---------- Dataset

"""The results store: finished sweep tasks in an SQLite file.

Every finished task is committed in its own transaction, so a sweep that is
interrupted (Ctrl-C, a killed process, a lost machine) keeps everything it
finished, and a rerun computes only the rest.  The file is in WAL mode with a
busy timeout, so several processes (shards of one sweep, or other sweeps) can
write to it at once.  Synchronous mode is ``NORMAL``: a killed process never
loses a committed task; a power cut may lose the last few, never corrupts.

Schema (``SCHEMA_VERSION``)::

    meta(key TEXT PRIMARY KEY, value TEXT)        -- schema, model_version, written_by
    results(genus, target_genus, degree, profiles TEXT, grouping TEXT, stratum TEXT,
            model_version, position, codim, orbit_size, n_covers,
            hurwitz_number TEXT, total_weight TEXT, landing TEXT,
            PRIMARY KEY (genus, target_genus, degree, profiles, grouping, stratum, model_version))

``profiles`` is ``"2,1;2,1"``; ``stratum`` the canonical notation of the base
stratum; ``grouping`` ``"orbit"`` or ``"labeled"``; weights are exact
rationals as text ``"p/q"`` and ``landing`` a JSON object of such texts.  A
store written with another schema or model version, one that fails SQLite's
``PRAGMA integrity_check`` and one with a row that does not read back (edited
by hand: ``'{bad'`` as landing, ``'1/0'`` as a weight) are refused untouched.
Processes opening a new store at the same moment (the shards of an array
job) wait for each other: creation is retried while SQLite reports the file
busy, up to ``BUSY_TIMEOUT`` seconds.  A store in a folder without write
permission can still be read (an export): it is then opened immutable.

Examples
--------
>>> import os, tempfile
>>> from covertree.sweep.tasks import SweepSpec, plan_sweep, compute_task
>>> plan = plan_sweep(SweepSpec((2,), (1,), (2,)))
>>> path = os.path.join(tempfile.mkdtemp(), "results.sqlite")
>>> with ResultStore(path) as store:
...     store.save(plan.tasks[0], compute_task(plan.tasks[0]))
...     sorted(store.lookup(plan.tasks))
[0]
>>> with ResultStore(path, create=False) as store:
...     [(s.stratum, s.n_covers, str(s.total_weight)) for s in store.results()]
[('g1{1,2}', 4, '2')]
"""

from __future__ import annotations

import json
import re
import reprlib
import os
import pathlib
import sqlite3
import time
from collections.abc import Callable, Sequence
from fractions import Fraction

from covertree import MODEL_VERSION, __version__
from covertree.errors import CovertreeError, InputError
from covertree.rational import rational_str
from covertree.hurwitz.problem import HurwitzProblem
from covertree.graphs.curve_graph import StableCurveGraph
from covertree.sweep.tasks import StratumSummary, Task, divisor_names, problem_order
from covertree.symmetric.partitions import Partition

__all__ = ["ResultStore", "StoreError", "SCHEMA_VERSION"]

#: Version of the table layout below; a store with another one is refused.
SCHEMA_VERSION = 1

#: Seconds a writer waits for another process's transaction to finish.
BUSY_TIMEOUT = 60.0

#: Stored in ``n_covers`` for results of the type engine (no cover count).
_NO_COUNT = -1

_KEY = ("genus", "target_genus", "degree", "profiles", "grouping", "stratum", "model_version")
_DATA = ("position", "codim", "orbit_size", "n_covers", "hurwitz_number", "total_weight", "landing")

--------------------

__Work request__: The reply should hold only the lines from the beginning of the listing above through the line with "with ResultStore(path, create=False)", each one written exactly as it appears.

__Worked solution__:
"""The results store: finished sweep tasks in an SQLite file.

Every finished task is committed in its own transaction, so a sweep that is
interrupted (Ctrl-C, a killed process, a lost machine) keeps everything it
finished, and a rerun computes only the rest.  The file is in WAL mode with a
busy timeout, so several processes (shards of one sweep, or other sweeps) can
write to it at once.  Synchronous mode is ``NORMAL``: a killed process never
loses a committed task; a power cut may lose the last few, never corrupts.

Schema (``SCHEMA_VERSION``)::

    meta(key TEXT PRIMARY KEY, value TEXT)        -- schema, model_version, written_by
    results(genus, target_genus, degree, profiles TEXT, grouping TEXT, stratum TEXT,
            model_version, position, codim, orbit_size, n_covers,
            hurwitz_number TEXT, total_weight TEXT, landing TEXT,
            PRIMARY KEY (genus, target_genus, degree, profiles, grouping, stratum, model_version))

``profiles`` is ``"2,1;2,1"``; ``stratum`` the canonical notation of the base
stratum; ``grouping`` ``"orbit"`` or ``"labeled"``; weights are exact
rationals as text ``"p/q"`` and ``landing`` a JSON object of such texts.  A
store written with another schema or model version, one that fails SQLite's
``PRAGMA integrity_check`` and one with a row that does not read back (edited
by hand: ``'{bad'`` as landing, ``'1/0'`` as a weight) are refused untouched.
Processes opening a new store at the same moment (the shards of an array
job) wait for each other: creation is retried while SQLite reports the file
busy, up to ``BUSY_TIMEOUT`` seconds.  A store in a folder without write
permission can still be read (an export): it is then opened immutable.

Examples
--------
>>> import os, tempfile
>>> from covertree.sweep.tasks import SweepSpec, plan_sweep, compute_task
>>> plan = plan_sweep(SweepSpec((2,), (1,), (2,)))
>>> path = os.path.join(tempfile.mkdtemp(), "results.sqlite")
>>> with ResultStore(path) as store:
...     store.save(plan.tasks[0], compute_task(plan.tasks[0]))
...     sorted(store.lookup(plan.tasks))
[0]
>>> with ResultStore(path, create=False) as store:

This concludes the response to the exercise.